Pollen is incorporated into honey in various ways. Some pollen falls into the nectar being collected by the bee and ends up in her honey stomach and is then transported back to the hive where it along with the nectar is deposited in a cell of the honeycomb. Other pollen grains will stick to the hairs on her legs, antennae, and other body parts which might then be deposited in cells of the honeycomb as she grooms her body to remove entangled pollen. Some worker bees collect pollen for the hive by depositing pollen in an area on their hind tibia called a pollen basket. (See image below.) This pollen is deposited into special comb cells and in the process some can fall into open cells of the honeycomb containing nectar or honey. Honey may also contain pollen from plants that are wind pollinated. This pollen can blow into the hive and directly into cells of the honeycomb or be picked up by bees as they enter the hive and then be accidentally deposited into cells. The pollen present in honey can be used to determine the sources of the nectar used to make the honey; for example, clover honey should have a predominant amount of pollen from clover flowers. This can be of particular importance commercially because honey made from some plants commands a much higher price than others (citrus, sourwood, tupelo, etc.). Honey sold as made in the U.S.A. should not contain pollen produced by flowers not native to the U.S., if it does then it indicates that the honey is adulterated with honey produced in another country. The combination of the types of pollen present in honey from insect and wind pollinated plants will often produce a pollen spectrum that is unique for a specific geographical area.
What benefit do bees obtain from the pollen they collect? Dry pollen is an important food source for bees. Pollen will have a protein content of 16-30%, 1-10% fat content, 1-7% starch, and many vitamins. The principal source of carbohydrates for developing bees if of course the honey they produce. It is estimated that in order to rear one worker bee from the larval to adult stage requires 120-145 mg of pollen. A typical bee hive will collect some 44 to 125 pounds of pollen each year; that’s a lot of pollen being moved around by honeybees. No wonder honeybees are such important plant pollinators and one of the insects we should be happy to have in our yards, fields, and forests.

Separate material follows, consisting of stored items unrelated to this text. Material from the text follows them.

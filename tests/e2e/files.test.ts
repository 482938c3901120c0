import { mkdtempSync, writeFileSync } from 'node:fs';
import { tmpdir } from 'node:os';
import { join } from 'node:path';
import { afterAll, describe, expect, it } from 'vitest';
import type { Page } from 'playwright-core';
import { addMember, builtDatabase, signedInOn } from '../fixtures/members';
import { phoneJpeg, plainPng } from '../fixtures/pictures';
import { expectSound, onPage } from '../fixtures/sound';
import type { View } from '../fixtures/browser';

const database = builtDatabase();
afterAll(() => database.close());

/** Somebody new, on the page of their files. */
async function onFiles(use: (page: Page) => Promise<void>, view?: View) {
	const { email } = await addMember(database);
	await onPage(
		'/signin',
		async (page) => {
			await signedInOn(page, email, { next: '/account/files' });
			await use(page);
		},
		view
	);
}

const jpeg = async (name = 'plate.jpg') => ({
	name,
	mimeType: 'image/jpeg',
	buffer: await phoneJpeg()
});
const field = (page: Page) => page.locator('input[type=file]');
const row = (page: Page, name: string) =>
	page.getByRole('list', { name: 'Your files' }).getByRole('listitem').filter({ hasText: name });

describe('files with script', () => {
	it('are sent as soon as they are chosen, and shown upright to their owner', async () => {
		await onFiles(async (page) => {
			await field(page).setInputFiles(await jpeg());
			const kept = row(page, 'plate.jpg');
			await kept.waitFor();
			expect(await kept.innerText()).toContain('300 × 400 pixels');
			expect(await kept.innerText()).toContain('taken 12 June 2026, 10:31 (+02:00)');
			const thumb = kept.locator('img');
			await thumb.waitFor();
			await page.waitForFunction(() => document.querySelector('img')?.naturalWidth ?? 0 > 0);
			await expectSound(page, 'files');
		});
	});

	it('say beside the file what is wrong with it', async () => {
		await onFiles(async (page) => {
			await field(page).setInputFiles([
				{ name: 'note.jpg', mimeType: 'image/jpeg', buffer: Buffer.from('no picture'.repeat(99)) },
				{
					name: 'IMG_1.HEIC',
					mimeType: 'image/heic',
					buffer: Buffer.concat([
						Buffer.from([0, 0, 0, 24]),
						Buffer.from('ftypheic\0\0\0\0mif1heic'),
						Buffer.alloc(5000)
					])
				}
			]);
			const sending = page.getByRole('list', { name: 'Files that you are sending' });
			await sending.getByText('no JPEG, PNG, WebP or PDF').waitFor();
			await sending.getByText('Most Compatible').waitFor();
			await expectSound(page, 'files-refused');
			await page.getByRole('button', { name: 'Dismiss what is said about note.jpg' }).click();
			await sending.getByText('no JPEG, PNG, WebP or PDF').waitFor({ state: 'detached' });
		});
	});

	it('go on where they were broken off, also after the page was closed', async () => {
		// A file that is chosen again is known by its time too, so that it has to lie on the disk.
		const file = join(mkdtempSync(join(tmpdir(), 'tallyplate-')), 'door.png');
		writeFileSync(file, await plainPng(1000, 900));
		await onFiles(async (page) => {
			let parts = 0;
			await page.route('**/files/uploads/*', (route) =>
				route.request().method() === 'PATCH' && (parts += 1) > 1 ? route.abort() : route.continue()
			);
			await field(page).setInputFiles(file);
			await page.getByText(/^2\.6 MB, \d\d % sent$/).waitFor();
			await expect.poll(() => parts).toBeGreaterThan(1);
			const offsets: string[] = [];
			page.on('request', (request) => {
				if (request.method() === 'PATCH') offsets.push(request.headers()['upload-offset'] ?? '');
			});
			await page.reload();
			await page.unroute('**/files/uploads/*');
			await field(page).setInputFiles(file);
			await row(page, 'door.png')
				.getByText(/^PNG, /)
				.waitFor();
			expect(offsets[0]).toBe(String(1024 ** 2));
		});
	});
});

describe('files without script', () => {
	it('go one at a time with the form, and can be deleted', async () => {
		await onFiles(
			async (page) => {
				await field(page).setInputFiles(await jpeg('tag.jpg'));
				await page.getByRole('button', { name: 'Send it' }).click();
				await expect
					.poll(async () => {
						await page.goto('/account/files');
						return row(page, 'tag.jpg').innerText();
					})
					.toContain('JPEG');
				await page.getByRole('button', { name: 'Delete tag.jpg' }).click();
				await page.getByRole('status').getByText('The file is deleted.').waitFor();
				expect(await page.getByRole('heading', { name: 'No files yet' }).count()).toBe(1);
			},
			{ script: false }
		);
	});

	it('say at the field what is wrong', async () => {
		await onFiles(
			async (page) => {
				await page.getByRole('button', { name: 'Send it' }).click();
				await page.getByText('No file was chosen.').waitFor();
				await field(page).setInputFiles({
					name: 'nothing.pdf',
					mimeType: 'application/pdf',
					buffer: Buffer.alloc(0)
				});
				await page.getByRole('button', { name: 'Send it' }).click();
				await page.getByText('This file is empty.').waitFor();
				expect(await field(page).getAttribute('aria-invalid')).toBe('true');
			},
			{ script: false }
		);
	});
});

it('files are shown to their owner alone', async () => {
	let address = '';
	await onFiles(async (page) => {
		await field(page).setInputFiles(await jpeg());
		address = (await row(page, 'plate.jpg').locator('img').getAttribute('src')) ?? '';
		expect((await page.request.get(address)).status()).toBe(200);
	});
	await onFiles(async (page) => {
		expect((await page.request.get(address)).status()).toBe(404);
		const state = address.replace(/\/thumb\?.*/, '/state');
		expect((await page.request.get(state)).status()).toBe(404);
	});
});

Some interesting facts about honeybees:
- Bees are the only insect in the world that produces food which humans can eat.
- Bacteria cannot grow in honey because of natural preservatives and its low water activity.
- Each colony of bees has a queen that is responsible for laying eggs. She will lay around 1,500 eggs each day.
- Worker bees are always female and perform all of the work of the hive; cleaning, feeding young bees, feeding and caring for the queen, packing pollen and nectar into honeycomb cells, building and repairing honeycombs, etc.
- Bees collect nectar, pollen, water, and a sticky substance called propolis (propolis is a sticky tree resin obtained from tree buds or bark and is used as a bee glue to seal and strengthen the hive).
- Bees have two stomachs—one stomach for eating and the other for storing nectar collected from flowers or water that is then transported back to the hive.
- Bee’s wings beat some 200 times per second, 12,000 beats per minute. They can fly about 15 mph.
- It takes about 2 million flowers to make one pound of honey and this amount of honey requires the work of about 556 worker bees to gather the needed nectar.
- The average worker bee will make about 1/12th of a teaspoon of honey in her lifetime.
- The average honey bee lives three to six weeks during the working season.